An LC/ESI–MS/MS method was developed and validated for the determination of RIF in human plasma. The sample pre-treatment was a single-step liquid–liquid extraction procedure without any requirement for a drying step for sample concentration. Usually drying and reconstitution step is used to obtain lower sensitivity but the present method directly gives sensitivity as low as 25 ng/mL, further we can still go lower by adding drying and reconstitution step to the current method. This assay requires only a small volume of plasma (100 μl). This may be of particular advantage for pediatric studies where children can only provide small volumes of blood, and when studying RIF concentrations in the CSF where sample volumes are limited. MTB is generally not present in large amounts in human plasma; however, the potential of HIV and/or hepatitis co-infection means that plasma samples need to be heat inactivated (58 °C, 40 min), however, data shown here indicate that the process of heat-inactivation significantly affects the size of the RIF signal. Therefore, we recommend the omission of heat inactivation where possible.

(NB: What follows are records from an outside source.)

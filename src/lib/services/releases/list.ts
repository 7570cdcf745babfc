import type { ServiceContext } from '../context.ts';
import { requirePermission } from '../people/permissions.ts';
import { type State, stateAt } from './state.ts';

/** A release as the desk's list shows it: where it stands, and nothing of what it says. */
export interface DeskRelease {
  id: string;
  economyCode: string;
  economyName: string;
  period: string;
  revision: number;
  state: State;
  createdAt: Date;
  createdBy: string;
  submittedAt: Date | null;
  approvedAt: Date | null;
  scheduledFor: Date | null;
  /** Scheduled, and its pages are drawn. */
  isReady: boolean;
  /** Its second has passed and its pages were not ready: it needs a newly announced time. */
  isLate: boolean;
  returnedReason: string | null;
}

/** Every release, the newest reference period first. */
export async function listDeskReleases(ctx: ServiceContext): Promise<DeskRelease[]> {
  requirePermission(ctx.actor, 'drafts.see');
  const now = ctx.now();
  const rows = await ctx.db
    .selectFrom('release as r')
    .innerJoin('economy as e', 'e.code', 'r.economy_code')
    .innerJoin('person as p', 'p.id', 'r.created_by')
    .select([
      'r.id',
      'r.economy_code as economyCode',
      'e.name as economyName',
      'r.period',
      'r.revision',
      'r.state as stored',
      'r.created_at as createdAt',
      'p.name as createdBy',
      'r.submitted_at as submittedAt',
      'r.approved_at as approvedAt',
      'r.scheduled_for as scheduledFor',
      'r.ready_for',
      'r.returned_reason as returnedReason',
    ])
    .orderBy('r.period', 'desc')
    .orderBy('e.name')
    .orderBy('r.revision', 'desc')
    .execute();
  return rows.map(({ stored, ready_for, ...row }) => {
    const state = stateAt({ state: stored, ready_for }, now);
    const isPast = row.scheduledFor !== null && row.scheduledFor <= now;
    return {
      ...row,
      state,
      isReady: ready_for !== null,
      isLate: state === 'scheduled' && isPast,
    };
  });
}
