import { readFile } from 'node:fs/promises';
import { createRequire } from 'node:module';
import subsetFont from 'subset-font';
import { basicCharacters, faces, keptFeatures } from './faces.mjs';
import { codePoints, unicodeRange } from './ranges.mjs';

const require = createRequire(import.meta.url);
const basic = new Set([...basicCharacters].map((character) => character.codePointAt(0) ?? 0));

/**
 * Cuts every shipped face into a basic slice, the rest of its Latin letters and further scripts, so that a page
 * in plain English loads only the first. The same input gives the same bytes.
 * @returns {Promise<{ css: string, files: Map<string, Buffer> }>}
 */
export async function cutFonts() {
  /** @type {Map<string, Buffer>} */
  const files = new Map();
  const rules = [];
  for (const face of faces) {
    const folder = `@fontsource/${face.package}`;
    const ranges = JSON.parse(await readFile(require.resolve(`${folder}/unicode.json`), 'utf8'));
    for (const script of face.scripts) {
      const shipped = await readFile(
        require.resolve(`${folder}/files/${face.package}-${script}-${face.weight}-normal.woff2`),
      );
      for (const slice of slicesOf(script, codePoints(ranges[script]))) {
        const name = `${face.package}-${face.weight}-${slice.name}.woff2`;
        const text = String.fromCodePoint(...slice.points);
        const bytes = await subsetFont(shipped, text, {
          targetFormat: 'woff2',
          keepFeatures: keptFeatures,
        });
        files.set(name, bytes);
        rules.push(faceRule(face, name, unicodeRange(slice.points)));
      }
    }
    rules.push(fallbackRule(face));
  }
  return { css: rules.join('\n'), files };
}

/** @param {string} script @param {number[]} points */
function slicesOf(script, points) {
  if (script !== 'latin') return [{ name: script, points }];
  return [
    { name: 'basic', points: [...basic] },
    { name: 'latin', points: points.filter((point) => !basic.has(point)) },
  ];
}

/** @param {(typeof faces)[number]} face @param {string} file @param {string} range */
function faceRule({ family, weight }, file, range) {
  return (
    `@font-face{font-family:'${family}';font-style:normal;font-weight:${weight};font-display:swap;` +
    `src:url('./${file}') format('woff2');unicode-range:${range}}`
  );
}

/** @param {(typeof faces)[number]} face */
function fallbackRule({ family, weight, ascent, descent, fallback, fallbackWidth }) {
  const percent = (/** @type {number} */ share) => `${(100 * share).toFixed(2)}%`;
  return (
    `@font-face{font-family:'${family} stand-in';font-style:normal;font-weight:${weight};` +
    `src:${fallback.map((name) => `local('${name}')`).join(',')};size-adjust:${percent(fallbackWidth)};` +
    `ascent-override:${percent(ascent / fallbackWidth)};descent-override:${percent(descent / fallbackWidth)};` +
    `line-gap-override:0%}`
  );
}
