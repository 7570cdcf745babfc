/** What the desk does to a release. */
export type Step = 'submit' | 'sendBack' | 'approve' | 'schedule' | 'unschedule';

/** States as they are stored; `published` is a scheduled release whose second has come. */
export type StoredState = 'draft' | 'in_review' | 'approved' | 'scheduled';
export type State = StoredState | 'published';

/** From which states a step is allowed, and where it leads. */
export const STEPS: Record<Step, { from: State[]; to: StoredState }> = {
  submit: { from: ['draft'], to: 'in_review' },
  sendBack: { from: ['in_review', 'approved'], to: 'draft' },
  approve: { from: ['in_review'], to: 'approved' },
  schedule: { from: ['approved'], to: 'scheduled' },
  unschedule: { from: ['scheduled'], to: 'approved' },
};

/** States in their order, with the word for each. */
export const STATES: { state: State; word: string }[] = [
  { state: 'draft', word: 'Draft' },
  { state: 'in_review', word: 'In review' },
  { state: 'approved', word: 'Approved' },
  { state: 'scheduled', word: 'Scheduled' },
  { state: 'published', word: 'Published' },
];

/** The state at an instant: a scheduled release is published once its second has come and its pages were ready. */
export function stateAt(release: { state: StoredState; ready_for: Date | null }, at: Date): State {
  const isOut = release.ready_for !== null && release.ready_for <= at;
  return release.state === 'scheduled' && isOut ? 'published' : release.state;
}

/** Whether the step may be taken from the state. */
export function isAllowed(step: Step, state: State): boolean {
  return STEPS[step].from.includes(state);
}

/** The word a page shows for a state. */
export function wordOf(state: State): string {
  return STATES.find((one) => one.state === state)?.word ?? state;
}
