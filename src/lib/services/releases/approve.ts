import { keepFrozen, prepareFreeze } from '../../publication/freeze.ts';
import { record } from '../audit.ts';
import { type ServiceContext, ServiceError } from '../context.ts';
import { requirePermission } from '../people/permissions.ts';
import { transact } from '../transact.ts';
import { requireSecondPair } from './contributors.ts';
import { lockedRelease, requireStep, requireVersion } from './locked.ts';
import { stateAt } from './state.ts';

/**
 * Approves a release as it was seen, and freezes its values, images and files. By a reviewer who changed nothing of
 * it; a second approval changes nothing.
 */
export async function approveRelease(
  ctx: ServiceContext,
  input: { id: string; version: number },
): Promise<void> {
  const actor = requirePermission(ctx.actor, 'releases.approve');
  const { id } = input;
  await requireSecondPair(ctx, id, actor);
  const seen = await ctx.db
    .selectFrom('release')
    .select(['state', 'ready_for'])
    .where('id', '=', id)
    .executeTakeFirst();
  if (!seen) throw new ServiceError('not_found', `There is no release ${id}.`);
  // Drawing takes seconds: not while the row is locked, and not for a release that is no longer in review.
  const frozen = stateAt(seen, ctx.now()) === 'in_review' ? await prepareFreeze(ctx, id) : null;
  await transact(ctx, async (trx) => {
    const release = await lockedRelease(trx, id);
    if (release.state === 'approved' && release.approved_by === actor.id) return;
    requireStep(trx, release, 'approve');
    requireVersion(release, input.version);
    await requireSecondPair(trx, id, actor);
    if (!frozen) throw new ServiceError('conflict', 'The release has just changed. Look again.');
    await keepFrozen(trx, frozen);
    await trx.db
      .updateTable('release')
      .set({
        state: 'approved',
        approved_at: trx.now(),
        approved_by: actor.id,
        version: release.version + 1,
      })
      .where('id', '=', id)
      .execute();
    await record(trx, { action: 'release.approved', subject: `release ${id}` });
  });
}
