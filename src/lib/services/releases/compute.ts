import { methodVersion } from '../../build.ts';
import { RefusedError } from '../../econ/refusal.ts';
import type { Assumptions, ComputeRequest, ComputeResult } from '../../econ/types.ts';
import { BusyError } from '../../publication/workers.ts';
import { record } from '../audit.ts';
import { type ServiceContext, ServiceError } from '../context.ts';
import { requirePermission } from '../people/permissions.ts';
import { transact } from '../transact.ts';
import { lockedRelease, requireDraft } from './locked.ts';
import { requestOf } from './request.ts';

/**
 * Computes a draft from its vintage and specification and keeps request and result with it.
 * @throws ServiceError `invalid` where the method refuses, with each reason.
 */
export async function computeRelease(ctx: ServiceContext, id: string): Promise<ComputeResult> {
  requirePermission(ctx.actor, 'releases.draft');
  const inputs = await readInputs(ctx, id);
  const request = requestOf(inputs.frequency, inputs.period, inputs.series, inputs.assumptions);
  const result = await computed(ctx, request);
  if (result.periods.at(-1) !== inputs.period) {
    throw new ServiceError('invalid', `There is no surprise for ${inputs.period} from these data.`);
  }
  await transact(ctx, async (trx) => {
    const release = await lockedRelease(trx, id);
    requireDraft(release);
    if (
      release.vintage_id !== inputs.vintageId ||
      release.specification_id !== inputs.specificationId
    ) {
      throw new ServiceError(
        'conflict',
        'Data or specification were changed during the computation. Compute again.',
      );
    }
    await trx.db
      .updateTable('release')
      .set({
        request: JSON.stringify(request),
        result: JSON.stringify(result),
        computed_at: trx.now(),
        method_version: methodVersion,
        build: trx.build,
        version: release.version + 1,
      })
      .where('id', '=', id)
      .execute();
    await record(trx, {
      action: 'release.computed',
      subject: `release ${id}`,
      detail: {
        vintage: inputs.vintageId,
        specification: inputs.specificationId,
        methodVersion,
        build: trx.build,
        surprise: result.surprise.at(-1),
      },
    });
  });
  return result;
}

async function computed(ctx: ServiceContext, request: ComputeRequest): Promise<ComputeResult> {
  try {
    return await ctx.workers.compute(request);
  } catch (error) {
    if (error instanceof BusyError) throw new ServiceError('conflict', error.message);
    if (!(error instanceof RefusedError)) throw error;
    throw new ServiceError(
      'invalid',
      'The method refuses this computation.',
      error.faults.map(({ pointer, message }) => ({ field: pointer, message })),
    );
  }
}

async function readInputs(ctx: ServiceContext, id: string) {
  const release = await ctx.db
    .selectFrom('release')
    .innerJoin('economy', 'economy.code', 'release.economy_code')
    .innerJoin('specification', 'specification.id', 'release.specification_id')
    .select([
      'release.period',
      'release.vintage_id',
      'release.specification_id',
      'economy.frequency',
      'specification.assumptions',
    ])
    .where('release.id', '=', id)
    .executeTakeFirst();
  if (!release) throw new ServiceError('not_found', `There is no release ${id}.`);
  const series = await ctx.db
    .selectFrom('vintage_series')
    .innerJoin('series', 'series.id', 'vintage_series.series_id')
    .select(['series.concept', 'series.timing', 'start', 'values'])
    .where('vintage_id', '=', release.vintage_id)
    .execute();
  return {
    frequency: release.frequency,
    period: release.period,
    vintageId: release.vintage_id,
    specificationId: release.specification_id,
    assumptions: release.assumptions as Assumptions,
    series,
  };
}
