import { readFile } from 'node:fs/promises';
import path from 'node:path';
import type { FontWeight } from 'satori';

export interface ImageFont {
  name: string;
  weight: FontWeight;
  style: 'normal';
  data: Buffer;
}

interface Face {
  name: string;
  folder: string;
  weight: FontWeight;
}

const faces: Face[] = [
  { name: 'Merriweather', folder: 'merriweather', weight: 300 },
  { name: 'Merriweather', folder: 'merriweather', weight: 700 },
  { name: 'Source Sans 3', folder: 'source-sans-3', weight: 400 },
  { name: 'Source Sans 3', folder: 'source-sans-3', weight: 600 },
];

/** Names of economies and sources may need letters beyond the basic slice; the later slices fill its holes. */
const slices = ['latin', 'latin-ext', 'cyrillic', 'vietnamese'];

const loaded = new Map<string, Promise<ImageFont[]>>();

/**
 * The faces that images are set in, read once from `directory`: the folder of the @fontsource packages.
 * It is passed in because a bundled module does not know where the packages lie.
 */
export function loadFonts(directory: string): Promise<ImageFont[]> {
  const known = loaded.get(directory);
  if (known !== undefined) return known;
  const reading = Promise.all(
    slices.flatMap((slice) => faces.map((face) => readFace(directory, face, slice))),
  );
  // A failed reading is forgotten, so that a directory that appears later is found.
  reading.catch(() => loaded.delete(directory));
  loaded.set(directory, reading);
  return reading;
}

async function readFace(directory: string, face: Face, slice: string): Promise<ImageFont> {
  const { name, folder, weight } = face;
  const file = path.join(directory, folder, 'files', `${folder}-${slice}-${weight}-normal.woff`);
  // The slices have names of their own: of two faces with one name and weight only the first is ever used.
  const named = slice === slices[0] ? name : `${name} ${slice}`;
  return { name: named, weight, style: 'normal', data: await readFile(file) };
}
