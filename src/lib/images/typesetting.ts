import satori from 'satori';
import { familyNames } from './fonts.ts';
import type { Family, ImageFont } from './fonts.ts';

/** One piece of text in an image; every length in px. */
export interface TextBlock {
  /** What it is, for checks of the layout. */
  name: string;
  text: string;
  x: number;
  /** Baseline of the (first) line. */
  baseline: number;
  size: number;
  family: Family;
  weight: 300 | 400 | 600 | 700;
  fill: string;
  /** Whether `x` is where the text starts or where it ends. */
  anchor?: 'start' | 'end';
  letterSpacing?: number;
  /** Breaks into lines of this width, `lineHeight` apart; one line without it. */
  width?: number;
  lineHeight?: number;
}

/** Ascent less descent, in em, as the shipped files say: where a line's baseline lies in its box. */
const ascentLessDescent: Record<Family, number> = {
  Merriweather: (1968 - 546) / 2000,
  'Source Sans 3': (1024 - 400) / 1000,
};

interface Element {
  type: 'div';
  props: { style: Record<string, string | number>; children?: string | Element[] };
}

function element(block: TextBlock, canvas: number): Element {
  const { text, x, baseline, size, family, weight, fill, anchor, width } = block;
  const lineHeight = block.lineHeight ?? Math.ceil(size * 1.2);
  const top = baseline - lineHeight / 2 - (ascentLessDescent[family] / 2) * size;
  const style: Record<string, string | number> = {
    position: 'absolute',
    top,
    fontFamily: familyNames(family),
    fontSize: size,
    fontWeight: weight,
    lineHeight: `${lineHeight}px`,
    color: fill,
    ...(anchor === 'end' ? { right: canvas - x } : { left: x }),
    ...(width === undefined ? { whiteSpace: 'nowrap' } : { width, wordBreak: 'break-word' }),
    ...(block.letterSpacing === undefined ? {} : { letterSpacing: block.letterSpacing }),
  };
  return { type: 'div', props: { style, children: text } };
}

/** Sets blocks as paths, in an `<svg>` of the canvas's size. */
export async function typeset(
  blocks: TextBlock[],
  canvas: { width: number; height: number },
  fonts: ImageFont[],
): Promise<string> {
  const root: Element = {
    type: 'div',
    props: {
      style: { display: 'flex', width: canvas.width, height: canvas.height },
      children: blocks.map((block) => element(block, canvas.width)),
    },
  };
  const svg = await satori(root as never, { ...canvas, fonts });
  // Each block comes with a mask that nothing refers to, under an id that every image would repeat.
  return svg.replace(/<mask [^>]*>.*?<\/mask>/g, '');
}

/** Width and height that a block takes, in px. */
export async function measure(
  block: TextBlock,
  fonts: ImageFont[],
): Promise<{ width: number; height: number }> {
  let size = { width: 0, height: 0 };
  const canvas = { width: 4000, height: 600 };
  const root: Element = {
    type: 'div',
    props: { style: { display: 'flex', ...canvas }, children: [element(block, canvas.width)] },
  };
  await satori(root as never, {
    ...canvas,
    fonts,
    onNodeDetected: ({ textContent, width, height }) => {
      if (textContent !== undefined && width < canvas.width) size = { width, height };
    },
  });
  return size;
}

/** The block at the largest of `sizes` at which it is no wider than `room`; the last of them where none fits. */
export async function fitSize(
  block: TextBlock,
  sizes: number[],
  room: number,
  fonts: ImageFont[],
): Promise<{ block: TextBlock; width: number }> {
  let fitted = { block, width: 0 };
  for (const size of sizes) {
    const candidate = { ...block, size };
    fitted = { block: candidate, width: (await measure(candidate, fonts)).width };
    if (fitted.width <= room) break;
  }
  return fitted;
}

/**
 * `text`, or as many of its first words as fit and an ellipsis; letters only where not even one word fits.
 * A figure is so never cut in two.
 */
export async function shorten(
  text: string,
  fits: (text: string) => Promise<boolean>,
): Promise<string> {
  if (await fits(text)) return text;
  const words = text.split(' ');
  const cut = (parts: string[], joint: string, kept: number) =>
    `${parts
      .slice(0, kept)
      .join(joint)
      .replace(/[\s,;:.]+$/, '')}…`;
  const most = async (parts: string[], joint: string) => {
    let kept = 0;
    let over = parts.length;
    while (over - kept > 1) {
      const middle = (kept + over) >> 1;
      if (await fits(cut(parts, joint, middle))) kept = middle;
      else over = middle;
    }
    return kept;
  };
  const kept = await most(words, ' ');
  if (kept > 0) return cut(words, ' ', kept);
  const letters = [...text];
  return cut(letters, '', await most(letters, ''));
}
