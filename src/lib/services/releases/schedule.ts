import { z } from 'zod';
import type { Release } from '../../../../db/tables.ts';
import { bringUpToDate } from '../../publication/moments.ts';
import { record } from '../audit.ts';
import { announceIn } from '../calendar/announce.ts';
import { type InTransaction, type ServiceContext, ServiceError } from '../context.ts';
import { parseInput } from '../parseInput.ts';
import { requirePermission } from '../people/permissions.ts';
import { transact } from '../transact.ts';
import { requireSecondPair } from './contributors.ts';
import { lockedRelease, requireStep } from './locked.ts';

/** Pages are drawn before their second: nearer than this nobody can. */
export const LEAST_AHEAD_MS = 5_000;
const MOST_AHEAD_MS = 2 * 366 * 24 * 3600 * 1000;

const fields = z.object({
  id: z.string(),
  at: z.date('Enter a date and time in UTC.'),
  reason: z.string().trim().max(1000, 'Use at most 1,000 characters.').default(''),
});

/**
 * Schedules an approved release for a second, announces the time where it is new or changed (a change with its
 * reason), and draws what will change then. The same time again changes nothing.
 */
export async function scheduleRelease(
  ctx: ServiceContext,
  input: { id: string; at: Date; reason?: string },
): Promise<void> {
  const actor = requirePermission(ctx.actor, 'releases.schedule');
  const { id, at, reason } = parseInput(fields, input);
  if (at.getMilliseconds() !== 0) throw fault('at', 'Enter a time to the second.');
  const isNew = await transact(ctx, async (trx) => {
    const release = await lockedRelease(trx, id);
    const isSame = release.scheduled_for?.getTime() === at.getTime();
    if (release.state === 'scheduled' && isSame) return false;
    requireStep(trx, release, 'schedule');
    await requireSecondPair(trx, id, actor);
    const ahead = at.getTime() - trx.now().getTime();
    if (ahead < LEAST_AHEAD_MS) {
      throw fault('at', 'Enter a time at least 5 seconds ahead: pages are drawn before it.');
    }
    if (ahead > MOST_AHEAD_MS) throw fault('at', 'Enter a time within the next two years.');
    await refuseBeforeEarlier(trx, release, at);
    // A correction is not announced: that would betray it.
    const announced =
      release.revision === 1 &&
      (await announceIn(trx, {
        economy: release.economy_code,
        period: release.period,
        dueAt: at,
        reason,
        by: actor.id,
      }));
    await trx.db
      .updateTable('release')
      .set({
        state: 'scheduled',
        scheduled_for: at,
        scheduled_by: actor.id,
        ready_for: null,
        version: release.version + 1,
      })
      .where('id', '=', id)
      .execute();
    await record(trx, {
      action: 'release.scheduled',
      subject: `release ${id}`,
      detail: { at, announced, ...(reason && { reason }) },
    });
    return true;
  });
  if (!isNew) return;
  await bringUpToDate(ctx);
  const { ready_for } = await ctx.db
    .selectFrom('release')
    .select('ready_for')
    .where('id', '=', id)
    .executeTakeFirstOrThrow();
  if (ready_for?.getTime() !== at.getTime()) {
    throw new ServiceError(
      'conflict',
      'Its pages were not ready at that second. Take it off the schedule and choose a later one.',
    );
  }
}

/** A revision comes out after the one it replaces. */
async function refuseBeforeEarlier(ctx: InTransaction, release: Release, at: Date): Promise<void> {
  const earlier = await ctx.db
    .selectFrom('release')
    .select('id')
    .where('economy_code', '=', release.economy_code)
    .where('period', '=', release.period)
    .where('revision', '<', release.revision)
    .where('scheduled_for', '>=', at)
    .executeTakeFirst();
  if (earlier) throw fault('at', `Enter a time after that of ${earlier.id}.`);
}

function fault(field: string, message: string): ServiceError {
  return new ServiceError('invalid', 'Some fields need another look.', [{ field, message }]);
}
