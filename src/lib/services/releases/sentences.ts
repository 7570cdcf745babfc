import { periodLabel, periodNoun } from '../../charts/periodLabels.ts';
import { isRejected } from '../../econ/diagnostics/gate.ts';
import { addPeriods } from '../../econ/periods.ts';
import type { Assumptions, ComputeResult } from '../../econ/types.ts';

/** Whether the neutrality test rejects, so that the gap is an assumption and not an estimate. */
export function isGapAssumption(result: Pick<ComputeResult, 'diagnostics'>): boolean {
  return isRejected(result.diagnostics.neutrality) === true;
}

/** Whether the assumptions have persistence: without it what is shown is not a gap. */
export function hasPersistence({ gap }: Pick<Assumptions, 'gap'>): boolean {
  const persistence = gap?.persistence ?? 'none';
  return persistence !== 'none' && persistence !== 0;
}

/** What the gap is called: "implied output gap", or without persistence "same-month output effect of the surprise". */
export function gapWording(assumptions: Pick<Assumptions, 'gap'>, period: string): string {
  return hasPersistence(assumptions)
    ? 'implied output gap'
    : `same-${periodNoun(period)} output effect of the surprise`;
}

/** The sentence on the gap that must stand beside it; null where the gap is an ordinary estimate. */
export function gapSentence(
  result: Pick<ComputeResult, 'diagnostics' | 'slope'>,
  economyInText: string,
): string | null {
  if (!result.slope.within_model) {
    return `No gap is published for ${economyInText}: the estimate lies outside what the model allows.`;
  }
  return isGapAssumption(result)
    ? `Prices in ${economyInText} do not behave as the model requires; the gap is an assumption, not an estimate.`
    : null;
}

/** The house sentence on timing: "The expectation uses months to July 2031, as revised in this vintage." */
export function timingSentence(period: string): string {
  const before = periodLabel(addPeriods(period, -1));
  return `The expectation uses ${periodNoun(period)}s to ${before}, as revised in this vintage.`;
}
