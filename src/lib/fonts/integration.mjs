import { mkdir, readFile, writeFile } from 'node:fs/promises';
import { fileURLToPath } from 'node:url';
import { cutFonts } from './slices.mjs';

/**
 * Cuts the fonts before a build or a development server starts, and lets pages import the outcome as
 * `slackwater-fonts/fonts.css` and `slackwater-fonts/<face>-<weight>-<slice>.woff2?url`.
 * @returns {import('astro').AstroIntegration}
 */
export function fonts() {
  return {
    name: 'slackwater-fonts',
    hooks: {
      'astro:config:setup': async ({ createCodegenDir, updateConfig }) => {
        const folder = createCodegenDir();
        await mkdir(folder, { recursive: true });
        const { css, files } = await cutFonts();
        for (const [name, bytes] of files) await writeWhereChanged(new URL(name, folder), bytes);
        await writeWhereChanged(new URL('fonts.css', folder), Buffer.from(css));
        updateConfig({
          vite: {
            resolve: { alias: { 'slackwater-fonts': fileURLToPath(folder).replace(/\/$/, '') } },
            // A font or script inside a page would need a content policy that allows data: or inline scripts.
            build: { assetsInlineLimit: 0 },
          },
        });
      },
    },
  };
}

/** @param {URL} file @param {Buffer} bytes */
async function writeWhereChanged(file, bytes) {
  const present = await readFile(file).catch(() => null);
  if (!present?.equals(bytes)) await writeFile(file, bytes);
}
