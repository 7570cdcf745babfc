/**
 * The faces the site ships, with what stands in for each until it has arrived. `fallbackWidth` is the face's
 * mean letter width over that of the stand-in, both weighted by how often letters occur in English and read
 * from the shipped files and from Liberation's (which has the widths of Times New Roman, Arial and Courier New).
 */
export const faces = [
  serif(300, 0.4798 / 0.4052, 'regular'),
  serif(400, 0.4887 / 0.4052, 'regular'),
  serif(700, 0.5024 / 0.4317, 'bold'),
  sans(400, 0.4235 / 0.4471, 'regular'),
  sans(600, 0.4362 / 0.4841, 'bold'),
  {
    family: 'Source Code Pro',
    package: 'source-code-pro',
    weight: 400,
    ascent: 0.984,
    descent: 0.273,
    fallback: ['Courier New', 'Liberation Mono'],
    fallbackWidth: 1,
    scripts: ['latin', 'latin-ext'],
  },
];

/** @param {number} weight @param {number} fallbackWidth @param {'regular' | 'bold'} cut */
function serif(weight, fallbackWidth, cut) {
  return {
    family: 'Merriweather',
    package: 'merriweather',
    weight,
    ascent: 0.984,
    descent: 0.273,
    fallback:
      cut === 'bold'
        ? ['Times New Roman Bold', 'TimesNewRomanPS-BoldMT', 'Liberation Serif Bold']
        : ['Times New Roman', 'TimesNewRomanPSMT', 'Liberation Serif'],
    fallbackWidth,
    scripts: ['latin', 'latin-ext'],
  };
}

/** @param {number} weight @param {number} fallbackWidth @param {'regular' | 'bold'} cut */
function sans(weight, fallbackWidth, cut) {
  return {
    family: 'Source Sans 3',
    package: 'source-sans-3',
    weight,
    ascent: 1.024,
    descent: 0.4,
    fallback:
      cut === 'bold'
        ? ['Arial Bold', 'Arial-BoldMT', 'Liberation Sans Bold']
        : ['Arial', 'ArialMT', 'Liberation Sans'],
    fallbackWidth,
    scripts: ['latin', 'latin-ext', 'greek'],
  };
}

/** What nearly every page needs: ASCII, the no-break space and the house's signs. */
export const basicCharacters =
  Array.from({ length: 95 }, (_, i) => String.fromCodePoint(32 + i)).join('') +
  '\u00a0\u2212–—‘’“”·±×éÉ…§©°²³½£€';

/** Kept in the slices: figures and ligatures as the type rules need them, nothing for small capitals or swashes. */
export const keptFeatures = [
  'calt',
  'ccmp',
  'kern',
  'liga',
  'lnum',
  'locl',
  'mark',
  'pnum',
  'tnum',
];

In conclusion, method validation following FDA guideline indicated that the developed method had high sensitivity with an LLOQ of 25 ng/mL, high recovery (>90%), reliability, specificity and excellent efficiency with a total running time of 6.0 min per sample, which is important for large batches of samples. The sensitive, simple and rapid LC/MS/MS assay is suitable for pharmacokinetic, bioavailability or bioequivalence studies of RIF in human subjects. This method has been successfully applied to analyze RIF concentrations in human plasma and CSF.